If $M$ is a $k$-dimensional manifold, show that every point of $M$ has a neighborhood homeomorphic to all of $\mathbb{R}^k$ . Therefore, charts can always be chosen with all of Euclidean space as their co-domains.
I'm confused because I thought that the first sentence was part of the definition of a $k$-dimensional manifold. I don't understand what I'm being asked to prove.
On
Let $p\in M$,
then by definition of manifold there exist co-ordinate chart $(\phi,U)$ around $p$. Hence $\phi$ is homeomorphism from $U$ to some open subset $V$ of $\mathbb R^n$. As $V$ is open there exist $r>0$ such that $B(\phi(p),r) \subseteq V$.
Now let $W=\phi^{-1}(B(\phi(p),r))$.
As $W$ is homeomorphic to $B(\phi(p),r)$ and $B(\phi(p),r)$ is homeomorphic to $\mathbb R^n$, $W $ is homeomorphic to $\mathbb R^n$.
It is obvious that if the definition ( homeomorphic to $\mathbb{R}^k$ ) implies your definition.
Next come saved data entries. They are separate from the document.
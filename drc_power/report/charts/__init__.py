"""Charts, each drawn from a record of `findings.charts` alone."""
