package ledger

import (
	"context"
	"fmt"
	"os"
	"path/filepath"
	"strings"
	"testing"

	"lapgate/pipeline"
)

func TestFullDiskRefusesAndTheLedgerStaysWhole(t *testing.T) {
	ctx := context.Background()
	s := openAt(t, filepath.Join(t.TempDir(), "ledger.db"))
	mustRecord(t, s, disc("first", 1, pipeline.Accept, noon))
	var pages int
	if err := s.writer.QueryRow("PRAGMA page_count").Scan(&pages); err != nil {
		t.Fatal(err)
	}
	if _, err := s.writer.Exec(fmt.Sprintf("PRAGMA max_page_count = %d", pages+20)); err != nil {
		t.Fatal(err)
	}
	kept := 1
	var err error
	for i := 0; err == nil && i < 1000; i++ {
		if _, _, err = s.Record(ctx, disc(fmt.Sprint(i), 1, pipeline.Accept, noon)); err == nil {
			kept++
		}
	}
	wantKind(t, err, pipeline.Exhausted)
	if !strings.Contains(err.Error(), "free disk space") || kept < 2 {
		t.Errorf("after %d records: %v", kept, err)
	}
	if n := rowsIn(t, s, "inspections"); n != kept {
		t.Errorf("%d inspections, want %d", n, kept)
	}
	checkWhole(t, s)
	if _, err := s.writer.Exec("PRAGMA max_page_count = 1000000"); err != nil {
		t.Fatal(err)
	}
	mustRecord(t, s, disc("room-again", 1, pipeline.Accept, noon))
}

// What a read-only file system answers is SQLITE_READONLY, as here.
func TestReadOnlyLedgerSaysSo(t *testing.T) {
	ctx := context.Background()
	s := openAt(t, filepath.Join(t.TempDir(), "ledger.db"))
	if _, err := s.writer.Exec("PRAGMA query_only = 1"); err != nil {
		t.Fatal(err)
	}
	_, _, err := s.Record(ctx, disc("0001", 1, pipeline.Accept, noon))
	wantKind(t, err, pipeline.Unready)
	if !strings.Contains(err.Error(), "cannot be written") {
		t.Error(err)
	}
}

func TestOpenRefusesWhatIsNoLedger(t *testing.T) {
	ctx := context.Background()
	dir := t.TempDir()
	text := filepath.Join(dir, "text")
	if err := os.WriteFile(text, []byte(strings.Repeat("not a database. ", 100)), 0o644); err != nil {
		t.Fatal(err)
	}
	for dsn, want := range map[string]string{
		text:                                "damaged or no ledger",
		filepath.Join(dir, "none", "at.db"): "cannot be written",
		":memory:":                          "path of a file",
		"postgres:///x?host=" + dir:         "does not answer",
	} {
		if s, err := Open(ctx, dsn); err == nil || !strings.Contains(err.Error(), want) {
			t.Errorf("%s: got %v, want %q", dsn, err, want)
			if s != nil {
				s.Close()
			}
		}
	}
}

func TestANewerSchemaIsRefusedAndLeftAlone(t *testing.T) {
	for engine, dsn := range map[string]func(*testing.T) string{
		"sqlite":     func(t *testing.T) string { return filepath.Join(t.TempDir(), "a b?#%.db") },
		"postgresql": func(t *testing.T) string { return server.database(t) },
	} {
		t.Run(engine, func(t *testing.T) {
			path := dsn(t)
			s := openAt(t, path)
			openAt(t, path) // once more, with nothing to migrate
			if _, err := s.writer.Exec(`INSERT INTO goose_db_version (version_id, is_applied) VALUES (99, $1)`, true); err != nil {
				t.Fatal(err)
			}
			_, err := Open(context.Background(), path)
			wantKind(t, err, pipeline.Unready)
			if !strings.Contains(err.Error(), "version 99") || !strings.Contains(err.Error(), "newer program") {
				t.Error(err)
			}
		})
	}
}

func TestSettingsOfEverySQLiteConnection(t *testing.T) {
	s := openAt(t, filepath.Join(t.TempDir(), "ledger.db"))
	for pragma, want := range map[string]string{"journal_mode": "wal", "synchronous": "2", "foreign_keys": "1", "busy_timeout": "5000"} {
		var got string
		if err := s.writer.QueryRow("PRAGMA " + pragma).Scan(&got); err != nil || got != want {
			t.Errorf("%s: got %s, %v, want %s (2 = FULL)", pragma, got, err, want)
		}
	}
	if _, err := s.reader.Exec("DELETE FROM inspections"); err == nil {
		t.Error("a reader could write")
	}
}
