package ledger

import (
	"context"
	"database/sql"
	"errors"
	"fmt"
	"net/url"
	"path/filepath"
	"strings"

	"lapgate/pipeline"

	"modernc.org/sqlite"
	sqlite3 "modernc.org/sqlite/lib"
)

const sqliteName = "sqlite"

// sqliteReaders is how many queries run at once beside the one writer.
const sqliteReaders = 4

func sqliteEngine() engine {
	return engine{name: sqliteName, open: openSQLite, classify: classifySQLite, again: func(error) bool { return false }}
}

// openSQLite opens one writer and a pool of readers. The pragmas stand in the data source
// name, because one sent by Exec would reach a single connection of a pool.
func openSQLite(path string) (writer, reader *sql.DB, err error) {
	path = strings.TrimPrefix(path, "sqlite:")
	if path == "" || strings.Contains(path, ":memory:") {
		return nil, nil, pipeline.Invalid("ledger: got %q, want the path of a file: a ledger is kept for ever", path)
	}
	abs, err := filepath.Abs(path)
	if err != nil {
		return nil, nil, err
	}
	common := []string{"busy_timeout(5000)", "foreign_keys(1)"}
	// FULL, because an answered verdict must survive a power cut.
	writing := append([]string{"journal_mode(WAL)", "synchronous(FULL)"}, common...)
	writer, err = sql.Open("sqlite", sqliteDSN(abs, url.Values{"_pragma": writing, "_txlock": {"immediate"}}))
	if err != nil {
		return nil, nil, err
	}
	writer.SetMaxOpenConns(1)
	// The writer goes first: it makes the file and turns on WAL.
	if err := writer.PingContext(context.Background()); err != nil {
		return nil, nil, errors.Join(fmt.Errorf("%s: %w", path, err), writer.Close())
	}
	reader, err = sql.Open("sqlite", sqliteDSN(abs, url.Values{"_pragma": append(common, "query_only(1)")}))
	if err != nil {
		return nil, nil, errors.Join(err, writer.Close())
	}
	reader.SetMaxOpenConns(sqliteReaders)
	reader.SetMaxIdleConns(sqliteReaders)
	return writer, reader, nil
}

func sqliteDSN(path string, query url.Values) string {
	return (&url.URL{Scheme: "file", Path: filepath.ToSlash(path), RawQuery: query.Encode()}).String()
}

// classifySQLite knows the result codes of sqlite.org/rescode.html.
func classifySQLite(err error) error {
	var e *sqlite.Error
	if !errors.As(err, &e) {
		return err
	}
	switch e.Code() & 0xff { // the low byte is the primary result code
	case sqlite3.SQLITE_FULL:
		return pipeline.Fail(pipeline.Exhausted, "ledger: no room to write (%w); nothing of this was recorded: free disk space and send it again", err)
	case sqlite3.SQLITE_BUSY, sqlite3.SQLITE_LOCKED:
		return pipeline.Fail(pipeline.Exhausted, "ledger: another program holds it (%w): one server at a time may use an SQLite ledger", err)
	case sqlite3.SQLITE_READONLY, sqlite3.SQLITE_PERM, sqlite3.SQLITE_AUTH, sqlite3.SQLITE_CANTOPEN:
		return pipeline.Fail(pipeline.Unready, "ledger: cannot be written (%w): check that file and folder exist and may be written by this user", err)
	case sqlite3.SQLITE_IOERR:
		return pipeline.Fail(pipeline.Unready, "ledger: the disk failed (%w): nothing of this was recorded", err)
	case sqlite3.SQLITE_CORRUPT, sqlite3.SQLITE_NOTADB:
		return pipeline.Fail(pipeline.Unready, "ledger: the file is damaged or no ledger (%w): put it aside and restore the last copy", err)
	}
	return err
}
Now suppose for every point $p \in M$, there exists homeomorphism $h \colon U \to U'$ where $U \subseteq M$ and $U' \subseteq \mathbb{R}^k$ are open. Take an open ball $V'$ centered at $h(p)$ and $V' \subset U'$. The restriction $h|_{h^{-1}(V')} \colon h^{-1}(V') \to V'$ is an homeomorphism. Then we know an open ball $V'$ is homeomorphic to $\mathbb{R}^k$.